Brad was standing by the jukebox, the colored lights flashing across the planes of his face. Having heard the door open, he turned his head slightly to acknowledge her arrival with a nod and a wisp of a grin.
“Where is everybody?” she asked. Except for the bartender, she and Brad were alone.
“Staying clear,” Brad said. “I promised a free concert in the high school gym if we could have Jolene’s to ourselves for a couple of hours.”
Meg nearly fled. If it hadn’t been against the McKettrick code, as inherent to her being as her DNA, she would have given in to the urge and called it good judgment.
“Have a seat,” Brad said, drawing back a chair at one of the tables.
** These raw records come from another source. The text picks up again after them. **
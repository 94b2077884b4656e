"""``thrustgraph kinds``: list the installed device and environment kinds with their parameters.

Each parameter line gives its unit, its allowed range and its default (or
"required"), from the kind's own declaration, so the listing is always the
truth about what the installed plugins accept.
"""

from __future__ import annotations

import argparse
import difflib

from . import SUMMARIES
from ..kinds.component import ROLES
from ..base.errors import ModelError
from ..models.model import LAUNCH_SPECS, RUN_SPECS
from ..models.plugins import component_kinds, environment_kinds, get_plugin_manager, plugin_versions

NAME = "kinds"
HELP = SUMMARIES[NAME]


def add_arguments(p: argparse.ArgumentParser) -> None:
    p.add_argument("names", nargs="*", metavar="KIND", help="show only these kinds (default: all)")
    p.add_argument("--brief", action="store_true", help="one line per kind, without parameters")
    p.add_argument("--settings", action="store_true",
                   help="also list the [launch] and [run] settings every model file may use")


def _owners(pm) -> dict[str, str]:
    """Kind name -> the plugin (and distribution) that declares it."""
    versions = plugin_versions(pm)
    out = {}
    for hook in (pm.hook.thrustgraph_component_kinds, pm.hook.thrustgraph_environment_kinds):
        for impl in hook.get_hookimpls():
            name = pm.get_name(impl.plugin) or repr(impl.plugin)
            for cls in impl.function() or ():
                out[cls.kind] = f"{name} ({versions[name]})" if name in versions else name
    return out


def _params(specs) -> list[str]:
    if not specs:
        return ["      (no parameters)"]
    width = max(len(s.name) for s in specs)
    return [f"      {s.name:<{width}s}  {s.describe()}" for s in specs]


def main(args: argparse.Namespace) -> int:
    pm = get_plugin_manager()
    kinds = component_kinds(pm)
    env = environment_kinds(pm)
    owners = _owners(pm)
    every = list(kinds) + list(env)
    for n in args.names:
        if n not in every:
            close = difflib.get_close_matches(n, every, n=1)
            hint = f"did you mean {close[0]!r}?" if close else f"installed kinds: {', '.join(sorted(every))}"
            raise ModelError(f"kinds {n}", "no such kind is installed", hint)
    wanted = set(args.names) if args.names else None
    lines = []
    comps = [c for c in kinds.values() if wanted is None or c.kind in wanted]
    roles = list(ROLES) + sorted({c.role for c in comps} - set(ROLES))
    if comps:
        lines.append("Device kinds (write them as kind = \"...\" under [components.NAME])")
        for role in roles:
            for cls in sorted((c for c in comps if c.role == role), key=lambda c: c.kind):
                lines.append(f"  {cls.kind}  [{cls.role}]  {cls.summary}")
                if not args.brief:
                    lines.append(f"      from plugin {owners.get(cls.kind, '?')}")
                    lines.extend(_params(cls.parameters))
                    lines.append("")
        if args.brief:
            lines.append("")
    envs = [c for c in env.values() if wanted is None or c.kind in wanted]
    if envs:
        lines.append("Environment kinds (write them under [environment.medium] or [environment.gravity])")
        for cls in sorted(envs, key=lambda c: (c.slot, c.kind)):
            lines.append(f"  {cls.kind}  [{cls.slot}]  {cls.summary}")
            if not args.brief:
                lines.append(f"      from plugin {owners.get(cls.kind, '?')}")
                lines.extend(_params(cls.parameters))
                lines.append("")
    if args.settings:
        lines.append("")
        for title, specs in (("[launch] settings", LAUNCH_SPECS), ("[run] settings", RUN_SPECS)):
            lines.append(title)
            lines.extend(_params(specs))
            lines.append("")
    print("\n".join(lines).rstrip())
    return 0
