"""``thrustgraph export``: fly a model and write its results as CSV, JSON and (with pyarrow) Parquet.

CSV holds every signal and every ledger term per output time, with the unit
in each header and ``#`` lines first naming the tool version, the plugin
versions and the model hash. JSON holds the summary, phases, events, audits,
cautions and the same provenance. Parquet holds the CSV's columns with units
in the field metadata and the provenance in the schema metadata.
"""

from __future__ import annotations

import argparse
import importlib.util
from pathlib import Path

from ..errors import ThrustgraphError
from .common import add_model_argument, add_set_option
from .outputs import add_quiet_option, check_paths, default_stem, fly_model, load_checked, write_outputs

NAME = "export"
HELP = "fly a model and write its results: CSV time series, JSON summary, Parquet (when pyarrow is installed)"


def add_arguments(p: argparse.ArgumentParser) -> None:
    add_model_argument(p)
    add_set_option(p)
    p.add_argument("--csv", metavar="FILE", help="write the time series to this CSV file")
    p.add_argument("--json", metavar="FILE", help="write the summary, phases, events and audits to this JSON file")
    p.add_argument("--parquet", metavar="FILE", help="write the time series to this Parquet file (needs pyarrow)")
    p.add_argument("--out-dir", metavar="DIR",
                   help="write STEM.csv, STEM.json and (when pyarrow is installed) STEM.parquet into DIR, STEM "
                        "being the model file's name")
    add_quiet_option(p)


def have_pyarrow() -> bool:
    return importlib.util.find_spec("pyarrow") is not None


def main(args: argparse.Namespace) -> int:
    if not (args.csv or args.json or args.parquet or args.out_dir):
        raise ThrustgraphError("export: name at least one output. Fix: add --csv FILE, --json FILE, "
                               "--parquet FILE or --out-dir DIR")
    if args.parquet and not have_pyarrow():
        raise ThrustgraphError("Parquet output needs pyarrow, which is not installed. Fix: pip install "
                               "'thrustgraph[parquet]' (or pip install pyarrow), or write CSV instead")
    model, parsed = load_checked(args.model, args.overrides)
    targets: list[tuple[str, str | Path]] = []
    if args.out_dir:
        stem = Path(args.out_dir) / default_stem(model)
        targets += [("csv", stem.with_suffix(".csv")), ("json", stem.with_suffix(".json"))]
        if have_pyarrow():
            targets.append(("parquet", stem.with_suffix(".parquet")))
        else:
            print("pyarrow is not installed: no Parquet file (pip install 'thrustgraph[parquet]')")
    for kind in ("csv", "json", "parquet"):
        if getattr(args, kind):
            targets.append((kind, getattr(args, kind)))
    check_paths([path for _, path in targets], [args.out_dir])   # before flying
    result = fly_model(parsed, quiet=args.quiet)
    make = {"csv": lambda: result.to_csv(provenance=True), "json": result.to_json, "parquet": result.to_parquet}
    outputs = [(path, make[kind]()) for kind, path in targets]  # everything in memory before any file is written
    write_outputs(outputs, directories=[args.out_dir])
    if not result.success:
        print(f"note: {result.message}")
    return 0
Nothing in the whole tavern matched, not even the bar stools, and every stick of furniture was scarred and scratched. Jolene’s was a hangout for honky-tonk angels; the winged variety would surely have given the place a wide berth.
“What’ll it be?” the bartender asked. He was a squat man, wearing a muscle shirt and a lot of tattoos. With his handlebar mustache, he might have been from Angus’s era, instead of the present day.
Brad ordered a cola as Meg forced herself across the room to take the chair he offered.
Maybe, she thought, as she asked for an iced tea, the rumors were true, and Brad was fresh out of rehab.
The bartender served the drinks and quietly left the saloon, via a back door.